Once again, this wasn’t a new idea. People who’ve been sufficiently high up in the industry have understood since time immemorial that consolidation was the way forward. When Lee Iacocca was at Ford in 1971, he had negotiated a tie-up with Honda on similar lines (Honda would sell Ford 300,000 engine-and-transmission sets at $711 each) until Henry Ford II told him, “no car with my name on the hood is going to have a Jap engine inside”. After he got fired from Ford, he wanted to build a company named “Global Motors”, which would bring together Chrysler of the USA, Renault of France, and Mitsubishi of Japan. The resultant combo, he believed, could take on any other competitor.
Back to the slide deck, though. While Sergio Marchionne is dead, we can see that his ideas still drive FCA - because FCA and Peugeot announced a merger, making them the 4th largest automobile manufacturer in the world after Volkswagen, Toyota and Nissan-Renault-Mitsubishi. Just imagine all the cost savings! All the synergies! Wherever Marchionne is today, I can bet you he’s happy.
Imagine you are a South Korean Army officer. You’re at a high-powered desk job somewhere at HQ, making big decisions about how to save your country in case Kim Jong-un, or Trump, or China go bananas (must be pretty difficult to be a South Korean Army officer). One day, your President calls you and requests you for 12 of your best snipers for a mission so secret that he declines to even tell you about it.
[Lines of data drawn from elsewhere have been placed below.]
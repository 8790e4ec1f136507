package pipe_test

import (
	"bytes"
	"encoding/binary"
	"errors"
	"io"
	"math"
	"os"
	"slices"
	"strings"
	"testing"
	"testing/iotest"

	"shakerwatch/acquire"
	"shakerwatch/acquire/internal/sourcetest"
	"shakerwatch/acquire/pipe"
)

var encodings = []pipe.Encoding{pipe.S16, pipe.S24, pipe.S32, pipe.F32, pipe.F64}

// pattern is n samples of an encoding with the values k/128 in [-1, 1), which every encoding holds
// exactly, as bytes and as values.
func pattern(e pipe.Encoding, n int) (raw []byte, want []float64) {
	for k := range n {
		v := float64(k*37%256-128) / 128
		want = append(want, v)
		switch e {
		case pipe.F32:
			raw = binary.LittleEndian.AppendUint32(raw, math.Float32bits(float32(v)))
		case pipe.F64:
			raw = binary.LittleEndian.AppendUint64(raw, math.Float64bits(v))
		default:
			integer := int64(v * math.Exp2(float64(8*e.Bytes()-1)))
			for i := range e.Bytes() {
				raw = append(raw, byte(integer>>(8*i)))
			}
		}
	}
	return raw, want
}

// frames is what a source without gaps gave, and what ended it.
func frames(t *testing.T, s acquire.Source) ([]float64, error) {
	t.Helper()
	got, err := sourcetest.Drain(t, s, 50)
	if len(got) == 0 {
		return nil, err
	}
	if len(got) != 1 || got[0].Lost != 0 {
		t.Fatalf("%d stretches, %d frames lost; want one without loss", len(got), got[0].Lost)
	}
	return got[0].Samples, err
}

// Whatever pieces the reader hands out, the frames are the same.
func TestReaders(t *testing.T) {
	const several = 100_000 // samples of several buffers of 64 KiB
	for _, c := range []struct {
		name    string
		samples int
		wrap    func(io.Reader) io.Reader
	}{
		{"plain", several, func(r io.Reader) io.Reader { return r }},
		{"half", several, iotest.HalfReader},
		{"one byte", 300, iotest.OneByteReader},
		{"data and error", several, iotest.DataErrReader},
		{"data and error by halves", several, func(r io.Reader) io.Reader { return iotest.DataErrReader(iotest.HalfReader(r)) }},
		{"empty reads in between", 300, func(r io.Reader) io.Reader { return &hesitant{r: iotest.OneByteReader(r)} }},
	} {
		t.Run(c.name, func(t *testing.T) {
			for _, e := range encodings {
				for _, channels := range []int{1, 3, 5} {
					raw, want := pattern(e, c.samples/channels*channels)
					s := pipe.New(c.wrap(bytes.NewReader(raw)), 48000, channels, e)
					got, err := frames(t, s)
					if err != io.EOF || !slices.Equal(got, want) || s.Leftover() != 0 {
						t.Errorf("%v, %d channels: %d samples of %d, %v, %d bytes left over",
							e, channels, len(got), len(want), err, s.Leftover())
					}
				}
			}
		})
	}
}

// A frame larger than the buffer of smaller ones.
func TestLargeFrame(t *testing.T) {
	const channels = 9000 // of 8 bytes: 72 kB
	raw, want := pattern(pipe.F64, 3*channels)
	got, err := frames(t, pipe.New(iotest.HalfReader(bytes.NewReader(raw)), 100, channels, pipe.F64))
	if err != io.EOF || !slices.Equal(got, want) {
		t.Errorf("%d samples of %d, %v", len(got), len(want), err)
	}
}

// A hesitant reader returns nothing, without an error, 98 times before each read that gives something.
type hesitant struct {
	r     io.Reader
	empty int
}

func (h *hesitant) Read(p []byte) (int, error) {
	if h.empty++; h.empty%99 != 0 {
		return 0, nil
	}
	return h.r.Read(p)
}

func TestRateAndChannels(t *testing.T) {
	s := pipe.New(strings.NewReader(""), 51200.5, 7, pipe.S24)
	if s.RateHz() != 51200.5 || s.Channels() != 7 {
		t.Errorf("%d channels at %v frames/s", s.Channels(), s.RateHz())
	}
}

func TestEndInsideAFrame(t *testing.T) {
	for _, e := range encodings {
		const channels = 3
		size := channels * e.Bytes()
		raw, want := pattern(e, 4*channels)
		for cut := range len(raw) + 1 {
			s := pipe.New(iotest.HalfReader(bytes.NewReader(raw[:cut])), 100, channels, e)
			if n := s.Leftover(); n != 0 {
				t.Fatalf("%v: %d bytes left over before the end", e, n)
			}
			got, err := frames(t, s)
			if err != io.EOF || !slices.Equal(got, want[:cut/size*channels]) || s.Leftover() != cut%size {
				t.Errorf("%v: of %d bytes %d samples, %v, %d left over; want %d left over",
					e, cut, len(got), err, s.Leftover(), cut%size)
			}
		}
	}
}

// script is a reader that gives pieces in turn. It must not be asked for more: a pipe would wait.
type script struct {
	t      *testing.T
	pieces [][]byte
}

func (s *script) Read(p []byte) (int, error) {
	if len(s.pieces) == 0 {
		s.t.Fatal("Read waits for more although a whole frame is there")
	}
	n := copy(p, s.pieces[0])
	s.pieces = s.pieces[1:]
	return n, nil
}

func TestReadDoesNotWaitToFill(t *testing.T) {
	raw, want := pattern(pipe.S16, 20)
	r := &script{t: t, pieces: [][]byte{raw[:3], raw[3:9], raw[9:22]}} // 4-byte frames: 2 whole ones, then 5
	s := pipe.New(r, 100, 2, pipe.S16)
	dst := make([]float64, 40)
	for _, c := range []struct{ ask, n, at int }{{20, 2, 0}, {1, 1, 2}, {20, 2, 3}} {
		n, err := s.Read(dst[:2*c.ask])
		if n != c.n || err != nil || !slices.Equal(dst[:2*n], want[2*c.at:2*(c.at+c.n)]) {
			t.Errorf("Read of %d frames = %d, %v, %v; want %d from frame %d", c.ask, n, err, dst[:2*n], c.n, c.at)
		}
	}
}

func TestBrokenReader(t *testing.T) {
	broken := errors.New("cable pulled")
	raw, want := pattern(pipe.S16, 10)
	for _, c := range []struct {
		name string
		r    io.Reader
		want string
		is   error
		n    int // samples before it
	}{
		{"at once", iotest.ErrReader(broken), "pipe after frame 0: cable pulled: check the program that writes into it", broken, 0},
		{"inside a frame", io.MultiReader(bytes.NewReader(raw[:11]), iotest.ErrReader(broken)),
			"pipe after frame 2: cable pulled: check the program that writes into it", broken, 4},
		{"with the last frames", iotest.DataErrReader(io.MultiReader(bytes.NewReader(raw), iotest.ErrReader(broken))),
			"pipe after frame 5: cable pulled: check the program that writes into it", broken, 10},
		{"deadline", iotest.TimeoutReader(iotest.OneByteReader(bytes.NewReader(raw))),
			"pipe after frame 0: timeout: check the program that writes into it", iotest.ErrTimeout, 0},
		{"never anything", iotest.ErrReader(nil),
			"pipe after frame 0: multiple Read calls return no data or error: check the program that writes into it", io.ErrNoProgress, 0},
		{"cut off in a protocol below", iotest.ErrReader(io.ErrUnexpectedEOF),
			"pipe after frame 0: unexpected EOF: check the program that writes into it", io.ErrUnexpectedEOF, 0},
	} {
		t.Run(c.name, func(t *testing.T) {
			got, err := frames(t, pipe.New(c.r, 100, 2, pipe.S16))
			if err == nil || err.Error() != c.want || !errors.Is(err, c.is) {
				t.Errorf("error is\n%v\nwant\n%s", err, c.want)
			}
			if !slices.Equal(got, want[:c.n]) {
				t.Errorf("%d samples before it, want %d", len(got), c.n)
			}
		})
	}
}

// Closing the reader ends a Read that waits, cleanly.
func TestClosedReader(t *testing.T) {
	raw, want := pattern(pipe.S16, 4)
	for name, open := range map[string]func() (io.ReadCloser, io.WriteCloser){
		"of the system": func() (io.ReadCloser, io.WriteCloser) {
			r, w, err := os.Pipe()
			if err != nil {
				t.Fatal(err)
			}
			return r, w
		},
		"in memory": func() (io.ReadCloser, io.WriteCloser) { r, w := io.Pipe(); return r, w },
	} {
		t.Run(name, func(t *testing.T) {
			r, w := open()
			defer w.Close()
			go w.Write(raw[:7]) // a frame and three bytes
			s := pipe.New(r, 100, 2, pipe.S16)
			dst := make([]float64, 2)
			if n, err := s.Read(dst); n != 1 || err != nil || !slices.Equal(dst, want[:2]) {
				t.Fatalf("Read = %d, %v, %v", n, err, dst)
			}
			go r.Close() // before or while Read waits: both must end it
			if n, err := s.Read(dst); n != 0 || err != io.EOF {
				t.Errorf("Read = %d, %v; want 0, %v", n, err, io.EOF)
			}
			if s.Leftover() != 3 {
				t.Errorf("%d bytes left over, want 3", s.Leftover())
			}
		})
	}
}

// Values that are no measurement pass through, and a selection of the channels in use makes lost
// frames of those that are not finite.
func TestValuesThatAreNoMeasurement(t *testing.T) {
	samples := []float64{ // channel 1, channel 2
		1, 2,
		math.NaN(), 3,
		math.Inf(1), 4,
		5, math.Inf(-1),
		1e300, -math.MaxFloat64,
	}
	var raw []byte
	for _, v := range samples {
		raw = binary.LittleEndian.AppendUint64(raw, math.Float64bits(v))
	}
	open := func() acquire.Source { return pipe.New(bytes.NewReader(raw), 100, 2, pipe.F64) }
	got, _ := frames(t, open())
	if !slices.EqualFunc(got, samples, func(a, b float64) bool { return math.Float64bits(a) == math.Float64bits(b) }) {
		t.Errorf("read %v, want %v", got, samples)
	}
	selected, _ := sourcetest.Drain(t, acquire.Select(open(), []int{0}), 3)
	want := []sourcetest.Stretch{{Samples: []float64{1}}, {Lost: 2}, {Samples: []float64{5, 1e300}}}
	if !slices.EqualFunc(selected, want, func(a, b sourcetest.Stretch) bool {
		return a.Lost == b.Lost && slices.Equal(a.Samples, b.Samples)
	}) {
		t.Errorf("of channel 1: %v, want %v", selected, want)
	}
}

func TestReadAllocatesNothing(t *testing.T) {
	for _, e := range encodings {
		s := pipe.New(zeros{}, 48000, 8, e)
		dst := make([]float64, 8*960)
		if n := testing.AllocsPerRun(100, func() { s.Read(dst) }); n != 0 {
			t.Errorf("%v: %v allocations a Read, want none", e, n)
		}
	}
}

// zeros is a reader without end that gives odd pieces.
type zeros struct{}

func (zeros) Read(p []byte) (int, error) {
	n := min(len(p), 4099)
	clear(p[:n])
	return n, nil
}

func TestPanics(t *testing.T) {
	empty := strings.NewReader("")
	for name, f := range map[string]func(){
		"no channels": func() { pipe.New(empty, 100, 0, pipe.S16) },
		"no rate":     func() { pipe.New(empty, math.NaN(), 1, pipe.S16) },
		"no encoding": func() { pipe.New(empty, 100, 1, 0) },
		"dst of none": func() { pipe.New(empty, 100, 2, pipe.S16).Read(nil) },
		"dst of a part": func() {
			pipe.New(empty, 100, 2, pipe.S16).Read(make([]float64, 3))
		},
	} {
		t.Run(name, func(t *testing.T) {
			defer func() {
				if text, ok := recover().(string); !ok || !strings.HasPrefix(text, "pipe: ") {
					t.Errorf("recovered %q, want a panic of this package", text)
				}
			}()
			f()
		})
	}
}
You assemble a team of 12 of your finest, give them the customary “do good by your country etc.” speech, pat them on the back, plie them with Soju and send them off to the border, with a song on their lips and not a care in their hearts. You imagine that they’re going to take out a high value target, possibly a North Korean big shot who’s been annoying your country for a while.
A week goes by, maybe even two. No news out of those guys you’d sent off. “Must be a dangerous mission, that requires them to stay undercover for long periods of time”, you think. Then one day, all 12 of them walk back, looking tired, but happy. You’re as curious as anyone else about the nature of their mission. Surely, they knocked off a at least a couple of North Koreans for all the time they spent there?
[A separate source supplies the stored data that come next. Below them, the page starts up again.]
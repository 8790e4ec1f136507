// Package pipe holds the source of raw little-endian frames from a reader, such as standard input.
//
// It knows bytes, samples and channels. It may not know who writes the frames, nor which channel
// carries what.
package pipe

import (
	"errors"
	"fmt"
	"io"
	"os"
)

// A Source delivers the frames that a reader gives: samples of one encoding, little endian, channel
// fastest, nothing between them. It has no gaps of its own.
//
// Floating-point samples pass through as they are. NaN and infinity are for acquire.Select, around
// this source, to turn into lost frames where a channel in use holds them. Finite values are data
// however large they are: a range that makes sense is known only where volts are, and there they
// are beyond the limit of their channel.
//
// A Source serves one goroutine at a time; the reader may be closed from another, see Read.
type Source struct {
	r        io.Reader
	rateHz   float64
	channels int
	encoding Encoding

	buf    []byte // whole frames long
	ready  []byte // the part of buf that was not handed out
	frames int64  // handed out
	err    error  // what Read says once no whole frame is ready
}

// bufferBytes is what a pipe holds on Linux by default, 64 KiB (pipe(7)): one read can empty it.
const bufferBytes = 1 << 16

// maxEmptyReads in a row, without an error, end a source (own choice, as bufio in Go's library).
const maxEmptyReads = 100

// New returns a source of the frames that r gives. It panics when rateHz or channels are not
// positive or the encoding is none of the constants.
func New(r io.Reader, rateHz float64, channels int, encoding Encoding) *Source {
	if !(rateHz > 0) || channels < 1 || encoding.Bytes() == 0 {
		panic(fmt.Sprintf("pipe: %d channels of %v at %v frames/s", channels, encoding, rateHz))
	}
	frame := channels * encoding.Bytes()
	return &Source{
		r: r, rateHz: rateHz, channels: channels, encoding: encoding,
		buf: make([]byte, max(1, bufferBytes/frame)*frame),
	}
}

// RateHz is the number of frames per second that New was told.
func (s *Source) RateHz() float64 { return s.rateHz }

// Channels is the number of samples in a frame that New was told.
func (s *Source) Channels() int { return s.channels }

// Read is that of acquire.Source; it panics when len(dst) is not a positive multiple of Channels().
// It returns as soon as one whole frame is there and allocates nothing.
//
// While the writer stalls, Read waits for as long as that lasts. What ends it is closing the reader
// from another goroutine, if the reader is of a kind that then returns: see Closable for files.
// That is a clean end, io.EOF, as is the end of the reader, even inside a frame: see Leftover.
// Any other error of the reader ends the source after the last whole frame that came before it.
func (s *Source) Read(dst []float64) (n int, err error) {
	if len(dst) == 0 || len(dst)%s.channels != 0 {
		panic("pipe: length of dst is not a positive multiple of the channels")
	}
	width := s.encoding.Bytes()
	frame := s.channels * width
	for empty := 0; len(s.ready) < frame; empty++ {
		if s.err != nil {
			return 0, s.err
		}
		if s.fill() {
			empty = 0
		} else if empty == maxEmptyReads {
			s.end(io.ErrNoProgress)
		}
	}
	n = min(len(dst)/s.channels, len(s.ready)/frame)
	s.encoding.decode(dst[:n*s.channels], s.ready)
	s.ready = s.ready[n*frame:]
	s.frames += int64(n)
	return n, nil
}

// fill reads once, behind the part of a frame that is ready, and tells whether something came.
func (s *Source) fill() bool {
	kept := copy(s.buf, s.ready)
	n, err := s.r.Read(s.buf[kept:])
	s.ready = s.buf[:kept+n]
	if err != nil {
		s.end(err)
	}
	return n > 0
}

// end keeps what ended the source.
func (s *Source) end(err error) {
	switch {
	case err == io.EOF, errors.Is(err, os.ErrClosed), errors.Is(err, io.ErrClosedPipe):
		s.err = io.EOF
	default:
		whole := s.frames + int64(len(s.ready)/(s.channels*s.encoding.Bytes()))
		s.err = fmt.Errorf("pipe after frame %d: %w: check the program that writes into it", whole, err)
	}
}

// Leftover is the number of bytes behind the last whole frame, once Read has returned an error. Not
// 0, it says that the writer was cut off inside a frame, or that the encoding or the number of
// channels is not the writer's.
func (s *Source) Leftover() int {
	if s.err == nil {
		return 0
	}
	return len(s.ready) % (s.channels * s.encoding.Bytes())
}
At the debrief, they tell you that they’ve been killing North Korean pigs. This is not a euphemism. They have been killing North Korean pigs, for the past two weeks. An outbreak of contagious illness threatens the pig stocks of the world, and North Korea has refused to declare any cases within its territory. And also, while there are restrictions on the movement of people in North Korea, there are no such restrictions on their pigs (did Kim Jong-un read Animal Farm, by chance?). So their pigs have been crossing the border and infecting South Korean pigs, which is how the entire sniper mission came about.
There you go, hope you have a great week ahead.